ドラゴンサーヴァント

@JULIA_JULIA

第1話 突然の竜

「ふむ・・・、来たな。早速だが、敵をほふってこい」


 俺の耳に届いたのは、低く太く、ズシリとした重さを感じさせる声。


 そして俺の目に映ったのは、一頭の竜。


 突然訪れたこの状況に対し、俺の頭の中は真っ白になった。そして思わずついて出る、間抜けな声。


「・・・は?」






 現代日本のとある地方都市にて、平凡にして平穏な高校生活を送っている俺。

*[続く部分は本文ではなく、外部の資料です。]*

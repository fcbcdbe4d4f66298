"""Left-censored, weighted fits (BFGS on the exact gradient over pooled
data) against an independent maximisation of the log-likelihood built from
scipy.stats, its statsmodels numerical Hessian and the Binder sandwich
computed here."""

import numpy as np
import pytest
from scipy import optimize, stats
from statsmodels.tools.numdiff import approx_hess3

from doseattr.core.exposure import FAMILIES, fit_measurements

SEED = 20261205
TRUE = {"lognormal": stats.lognorm(0.9, scale=3.0), "gamma": stats.gamma(1.8, scale=2.0),
        "weibull": stats.weibull_min(1.4, scale=4.0)}
#: Where the independent searches start (the generating parameters, rounded).
START = {"lognormal": [3.0, 2.5], "gamma": [1.8, 2.0], "weibull": [1.4, 4.0]}


def frozen(name, params):
    a, b = params
    return stats.lognorm(np.log(b), scale=a) if name == "lognormal" else TRUE[name].dist(a, scale=b)


def censored_sample(name, n=300, limits=25, seed=SEED):
    """Values below a per-value limit (one of ``limits`` distinct ones,
    around the 10th to 40th percentile) reported as that limit."""
    rng = np.random.default_rng(seed)
    x = TRUE[name].rvs(n, random_state=rng)
    dl = TRUE[name].ppf(np.linspace(0.1, 0.4, limits))[rng.integers(0, limits, n)]
    det = x >= dl
    return np.where(det, x, dl), det, rng.uniform(0.5, 2.0, n)


def scipy_loglik(name, theta, x, det, w):
    dist = frozen(name, FAMILIES[name].from_internal(theta))
    return float(np.dot(w[det], dist.logpdf(x[det])) + np.dot(w[~det], dist.logcdf(x[~det])))


@pytest.mark.parametrize("name", sorted(FAMILIES))
def test_censored_weighted_fit_matches_independent_maximum(name):
    """Source: scipy.optimize.minimize (Nelder-Mead, tight tolerances, then
    Powell) of the weighted left-censored log-likelihood built from
    scipy.stats logpdf / logcdf; covariance: the inverse of
    statsmodels.tools.numdiff.approx_hess3 of that log-likelihood."""
    x, det, w = censored_sample(name)
    w = w * (w.size / w.sum())
    e = fit_measurements(name, x, detected=det, weights=w)
    fam = FAMILIES[name]

    def neg(th):
        return -scipy_loglik(name, th, x, det, w)

    res = optimize.minimize(neg, fam.to_internal(START[name]),
                            method="Nelder-Mead", options={"xatol": 1e-12, "fatol": 1e-13, "maxiter": 20000})
    res = optimize.minimize(neg, res.x, method="Powell", options={"xtol": 1e-12, "ftol": 1e-15})
    np.testing.assert_allclose(fam.to_internal(e.params), res.x, rtol=1e-6, atol=1e-7)
    np.testing.assert_allclose(e.fit.loglik, -res.fun, rtol=1e-11)
    theta = fam.to_internal(e.params)
    expected = np.linalg.inv(approx_hess3(theta, neg))
    np.testing.assert_allclose(e.fit.cov_internal, expected, rtol=1e-5, atol=1e-6 * expected.max())
    assert e.fit.censored == int((~det).sum()) and e.fit.censored > 30


@pytest.mark.parametrize("name", sorted(FAMILIES))
def test_importance_sandwich_with_exact_scores(name):
    """Source: Binder (1983, Int Stat Rev 51:279, from memory) sandwich
    A^-1 B A^-1 computed here: A from approx_hess3 (statsmodels) of the
    scipy.stats log-likelihood, B = sum w^2 s s^T with the scores s by
    central differences of each value's scipy.stats term."""
    x, det, w = censored_sample(name, seed=SEED + 1)
    w = w * (w.size / w.sum())
    e = fit_measurements(name, x, detected=det, weights=w, weight_meaning="importance")
    fam = FAMILIES[name]
    theta = fam.to_internal(e.params)
    bread = np.linalg.inv(-approx_hess3(theta, lambda th: scipy_loglik(name, th, x, det, w)))

    def terms(th):
        dist = frozen(name, fam.from_internal(th))
        return np.where(det, dist.logpdf(x), dist.logcdf(x))

    h = 1e-6
    s = np.stack([(terms(theta + h * np.eye(2)[j]) - terms(theta - h * np.eye(2)[j])) / (2 * h)
                  for j in range(2)], axis=1)
    ws = s * w[:, None]
    expected = bread @ (ws.T @ ws) @ bread
    np.testing.assert_allclose(e.fit.cov_internal, expected, rtol=1e-4, atol=1e-6 * expected.max())


def test_many_limits_gamma_far_tail():
    """Source: the independent scipy maximisation above, on gamma data
    whose limits include some far above the body (y = x / theta beyond
    the series range of the shape derivative, where it differences)."""
    rng = np.random.default_rng(SEED + 2)
    x = TRUE["gamma"].rvs(200, random_state=rng)
    det = np.ones(200, bool)
    det[:3] = False
    x[:3] = [1500.0, 2000.0, 0.3]  # limits: two with y near 1000, one low
    w = np.ones(200)
    e = fit_measurements("gamma", x, detected=det)
    fam = FAMILIES["gamma"]
    res = optimize.minimize(lambda th: -scipy_loglik("gamma", th, x, det, w), fam.to_internal(START["gamma"]),
                            method="Nelder-Mead", options={"xatol": 1e-12, "fatol": 1e-13, "maxiter": 20000})
    np.testing.assert_allclose(fam.to_internal(e.params), res.x, rtol=1e-6, atol=1e-7)
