"""Outputs of a ``[grid]`` analysis: zones.csv, the two maps and the
report's grid section.

The burden results come from the real pipeline on invented inputs (a
linear excess-risk curve over each stratum's own lognormal exposure, with
and without age groups); the grid record is then attached by hand
(``dataclasses.replace(results, grid=GridSection(...))``) with invented
zones and small synthetic maps, zones listed in another order than the
burden's strata so that a match by position would fail.

Sources of the expected values:

* closed form derived here: for RR(x) = 1 + b x, minimum risk 0, over a
  lognormal with geometric mean GM and GSD, E[RR] = 1 + b GM exp(ln^2 GSD
  / 2) (the lognormal mean), so with e = b GM exp(ln^2 GSD / 2) the PAF is
  e / (1 + e); a scenario scaling exposure by 1/2 gives E[RR(X/2)] =
  1 + e/2, so PIF = 1 - (1 + e/2)/(1 + e) = (e/2) / (1 + e). Under the PAF
  method attributable = cases x PAF and averted = cases x PIF; cases =
  population x rate / 100,000 (the burden table's definition of a rate).
* hand sums of the burden rows the zone stands for (a stratum's groups),
  and ratios of the record's own numbers (PAF = attributable / cases,
  PIF = averted / cases) computed here;
* common practice: relative luminance with the Rec. 709 coefficients
  (0.2126 R + 0.7152 G + 0.0722 B on linearised sRGB) to check that the
  colour scales run light to dark.
"""

from __future__ import annotations

import matplotlib

matplotlib.use("Agg")

import base64
import csv
import dataclasses
import json
import math

import matplotlib.pyplot as plt
import numpy as np
import pytest
from test_outputs_cases import html_tables, run_pipeline

from doseattr.outputs import gallery, grid_figures, tables
from doseattr.outputs.burden_report import cases as cases_text
from doseattr.outputs.markup import estimate_text, interval, num
from doseattr.outputs.report import render_report
from doseattr.outputs.style import png_bytes
from doseattr.outputs.write import write_outputs
from doseattr.outputs.zones import zone_rows
from doseattr.results.records import GridMaps, GridSection

B = 0.004          # excess relative risk per ug/m3 (test input)
UNIT = "ug/m3"
SCENARIOS = [{"name": "half", "scale": 0.5}, {"name": "cap <15> & co", "cap": 15.0}]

その暮らしは、幸福の絶頂というワケではないが、不幸のドン底にいたワケでもない。それなりに楽しく、それなりにツラい日々。


 しかしそれは、普通の生活ともいえる。


 そんな普通の生活にドップリと浸っていた俺の目の前に、突如として巨大な竜が現れた───となれば、思考が停止するのも当然だろう。






 暫くののち、なんとか思考を再起動することに成功した俺は、現状把握に努める。そして改めて、目の前の存在を確認する。


 にわかには信じがたいことだが、いま俺の目の前には竜が座っている。


 その体はとても大きくて、頭までの高さは俺が通っている高校の三階建ての校舎と同じくらい。横幅はその六割くらいだろうか。少し長めの首に、スゴく長い尻尾。深紅の体に、金色の瞳。その瞳の中には 、これまた深紅に染まっている一筋の縦線。


 なんだか禍々まがまがしい───そんな目が、俺へと向けられている。


「どうした? 早く行け」


 またもや聞こえた声。低く太いその声は、さっきと変わらず、やや遅いテンポで喋った。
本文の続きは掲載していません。